*** Material for the task Section Begins ***

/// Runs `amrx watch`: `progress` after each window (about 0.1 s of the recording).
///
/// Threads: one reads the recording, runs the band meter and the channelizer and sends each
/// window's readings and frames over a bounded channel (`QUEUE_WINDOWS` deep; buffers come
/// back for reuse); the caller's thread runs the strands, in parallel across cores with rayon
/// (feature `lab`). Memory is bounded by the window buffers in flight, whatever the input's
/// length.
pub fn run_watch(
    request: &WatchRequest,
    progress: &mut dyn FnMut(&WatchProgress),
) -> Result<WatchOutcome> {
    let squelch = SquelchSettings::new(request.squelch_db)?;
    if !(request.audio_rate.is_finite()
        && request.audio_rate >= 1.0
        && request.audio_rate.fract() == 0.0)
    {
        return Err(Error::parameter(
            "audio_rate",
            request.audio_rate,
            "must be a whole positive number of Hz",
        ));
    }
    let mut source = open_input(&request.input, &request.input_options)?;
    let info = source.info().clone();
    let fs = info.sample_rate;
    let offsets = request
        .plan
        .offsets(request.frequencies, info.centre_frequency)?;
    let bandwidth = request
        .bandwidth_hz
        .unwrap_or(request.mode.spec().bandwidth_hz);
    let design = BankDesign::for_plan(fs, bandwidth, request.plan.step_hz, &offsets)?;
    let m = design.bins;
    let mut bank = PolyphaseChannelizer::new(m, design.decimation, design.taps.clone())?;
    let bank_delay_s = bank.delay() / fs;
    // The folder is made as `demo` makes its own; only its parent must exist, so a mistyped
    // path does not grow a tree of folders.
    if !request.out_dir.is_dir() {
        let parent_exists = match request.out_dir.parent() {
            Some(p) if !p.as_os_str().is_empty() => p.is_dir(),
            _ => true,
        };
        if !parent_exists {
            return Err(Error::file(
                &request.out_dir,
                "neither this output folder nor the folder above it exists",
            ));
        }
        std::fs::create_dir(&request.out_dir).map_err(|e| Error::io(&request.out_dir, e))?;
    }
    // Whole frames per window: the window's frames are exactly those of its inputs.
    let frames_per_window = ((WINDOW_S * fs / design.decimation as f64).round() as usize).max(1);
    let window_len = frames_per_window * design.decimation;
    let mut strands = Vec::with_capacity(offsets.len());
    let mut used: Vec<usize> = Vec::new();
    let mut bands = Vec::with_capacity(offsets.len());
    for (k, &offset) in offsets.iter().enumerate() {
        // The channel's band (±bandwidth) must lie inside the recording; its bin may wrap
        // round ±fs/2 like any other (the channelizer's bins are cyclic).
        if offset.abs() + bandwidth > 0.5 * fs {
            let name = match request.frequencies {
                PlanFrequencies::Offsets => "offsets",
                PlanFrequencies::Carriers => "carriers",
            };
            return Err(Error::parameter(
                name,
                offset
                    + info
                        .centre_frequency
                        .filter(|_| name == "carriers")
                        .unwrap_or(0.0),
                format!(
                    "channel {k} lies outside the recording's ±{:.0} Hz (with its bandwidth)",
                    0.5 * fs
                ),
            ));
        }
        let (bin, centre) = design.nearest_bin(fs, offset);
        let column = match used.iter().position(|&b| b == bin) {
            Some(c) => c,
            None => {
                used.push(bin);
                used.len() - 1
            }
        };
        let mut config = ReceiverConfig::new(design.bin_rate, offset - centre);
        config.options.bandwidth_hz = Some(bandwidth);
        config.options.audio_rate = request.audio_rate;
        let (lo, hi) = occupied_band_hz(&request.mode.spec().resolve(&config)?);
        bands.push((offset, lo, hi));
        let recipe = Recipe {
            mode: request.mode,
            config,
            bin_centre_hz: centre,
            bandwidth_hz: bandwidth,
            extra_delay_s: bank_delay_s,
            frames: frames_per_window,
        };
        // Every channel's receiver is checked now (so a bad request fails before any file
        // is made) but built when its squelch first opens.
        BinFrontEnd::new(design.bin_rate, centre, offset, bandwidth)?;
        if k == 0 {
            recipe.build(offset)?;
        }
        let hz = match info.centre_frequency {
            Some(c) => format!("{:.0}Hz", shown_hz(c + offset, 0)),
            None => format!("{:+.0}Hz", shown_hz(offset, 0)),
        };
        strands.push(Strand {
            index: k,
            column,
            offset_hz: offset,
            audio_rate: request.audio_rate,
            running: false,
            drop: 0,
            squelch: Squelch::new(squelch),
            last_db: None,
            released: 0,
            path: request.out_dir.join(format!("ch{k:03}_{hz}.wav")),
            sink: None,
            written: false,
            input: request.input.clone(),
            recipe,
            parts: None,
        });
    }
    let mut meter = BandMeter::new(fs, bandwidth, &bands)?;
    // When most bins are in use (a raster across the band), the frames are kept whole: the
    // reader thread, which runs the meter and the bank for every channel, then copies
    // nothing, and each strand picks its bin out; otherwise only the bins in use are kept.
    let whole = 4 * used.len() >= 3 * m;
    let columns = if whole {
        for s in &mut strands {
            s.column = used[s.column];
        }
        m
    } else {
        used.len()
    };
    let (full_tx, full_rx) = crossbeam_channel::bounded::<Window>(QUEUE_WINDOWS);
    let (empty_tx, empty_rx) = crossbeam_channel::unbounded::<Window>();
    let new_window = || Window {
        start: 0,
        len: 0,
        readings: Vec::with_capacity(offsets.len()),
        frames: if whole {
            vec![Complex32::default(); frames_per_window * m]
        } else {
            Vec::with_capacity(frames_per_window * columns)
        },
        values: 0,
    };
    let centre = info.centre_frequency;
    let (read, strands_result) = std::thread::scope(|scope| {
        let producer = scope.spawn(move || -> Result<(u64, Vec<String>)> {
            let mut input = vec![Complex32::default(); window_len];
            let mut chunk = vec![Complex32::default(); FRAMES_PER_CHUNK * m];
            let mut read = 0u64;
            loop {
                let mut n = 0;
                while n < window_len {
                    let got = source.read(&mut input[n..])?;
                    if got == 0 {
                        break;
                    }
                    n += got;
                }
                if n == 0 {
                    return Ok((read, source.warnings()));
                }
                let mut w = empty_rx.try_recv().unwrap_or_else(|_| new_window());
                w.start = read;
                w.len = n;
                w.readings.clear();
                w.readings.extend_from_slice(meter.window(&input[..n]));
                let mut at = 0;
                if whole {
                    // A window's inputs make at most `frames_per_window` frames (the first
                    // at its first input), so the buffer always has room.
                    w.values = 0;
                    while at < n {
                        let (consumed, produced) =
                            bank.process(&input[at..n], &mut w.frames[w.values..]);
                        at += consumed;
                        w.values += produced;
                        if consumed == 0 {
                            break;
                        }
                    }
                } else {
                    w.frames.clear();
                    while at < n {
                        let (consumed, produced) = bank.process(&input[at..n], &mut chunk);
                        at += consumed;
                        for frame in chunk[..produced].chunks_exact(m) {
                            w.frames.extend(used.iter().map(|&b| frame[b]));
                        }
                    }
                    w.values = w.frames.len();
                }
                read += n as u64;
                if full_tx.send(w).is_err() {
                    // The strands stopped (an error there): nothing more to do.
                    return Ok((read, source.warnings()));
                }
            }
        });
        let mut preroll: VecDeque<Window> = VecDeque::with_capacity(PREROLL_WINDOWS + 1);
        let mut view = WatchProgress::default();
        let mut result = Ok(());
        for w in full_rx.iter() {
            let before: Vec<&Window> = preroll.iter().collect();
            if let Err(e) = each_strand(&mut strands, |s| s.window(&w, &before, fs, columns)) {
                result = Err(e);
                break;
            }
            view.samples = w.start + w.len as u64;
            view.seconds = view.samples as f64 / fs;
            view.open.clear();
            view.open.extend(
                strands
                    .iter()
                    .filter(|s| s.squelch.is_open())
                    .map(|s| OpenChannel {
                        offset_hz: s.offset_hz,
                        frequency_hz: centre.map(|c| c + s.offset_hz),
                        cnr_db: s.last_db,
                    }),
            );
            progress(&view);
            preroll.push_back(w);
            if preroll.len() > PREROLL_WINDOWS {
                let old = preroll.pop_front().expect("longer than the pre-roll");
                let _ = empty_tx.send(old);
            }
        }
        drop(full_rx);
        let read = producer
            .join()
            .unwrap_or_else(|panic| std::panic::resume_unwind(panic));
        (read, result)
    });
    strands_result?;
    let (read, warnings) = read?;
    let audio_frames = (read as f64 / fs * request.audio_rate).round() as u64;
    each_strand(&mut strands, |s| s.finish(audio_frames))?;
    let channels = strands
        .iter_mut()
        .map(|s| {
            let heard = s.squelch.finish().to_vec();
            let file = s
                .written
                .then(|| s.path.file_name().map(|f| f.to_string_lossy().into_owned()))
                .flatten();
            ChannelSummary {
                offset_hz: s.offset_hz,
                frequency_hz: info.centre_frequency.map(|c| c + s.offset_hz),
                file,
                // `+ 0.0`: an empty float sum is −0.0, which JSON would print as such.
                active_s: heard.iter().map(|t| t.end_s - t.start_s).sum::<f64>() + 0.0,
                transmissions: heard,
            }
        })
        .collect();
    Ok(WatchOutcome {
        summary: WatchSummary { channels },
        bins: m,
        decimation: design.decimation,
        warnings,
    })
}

*** Material for the task Section Ends ***

● **Exercise directions**: Count the lines of the records that contain the word "buffers". Give only the count.

● **Solution for this task**: 2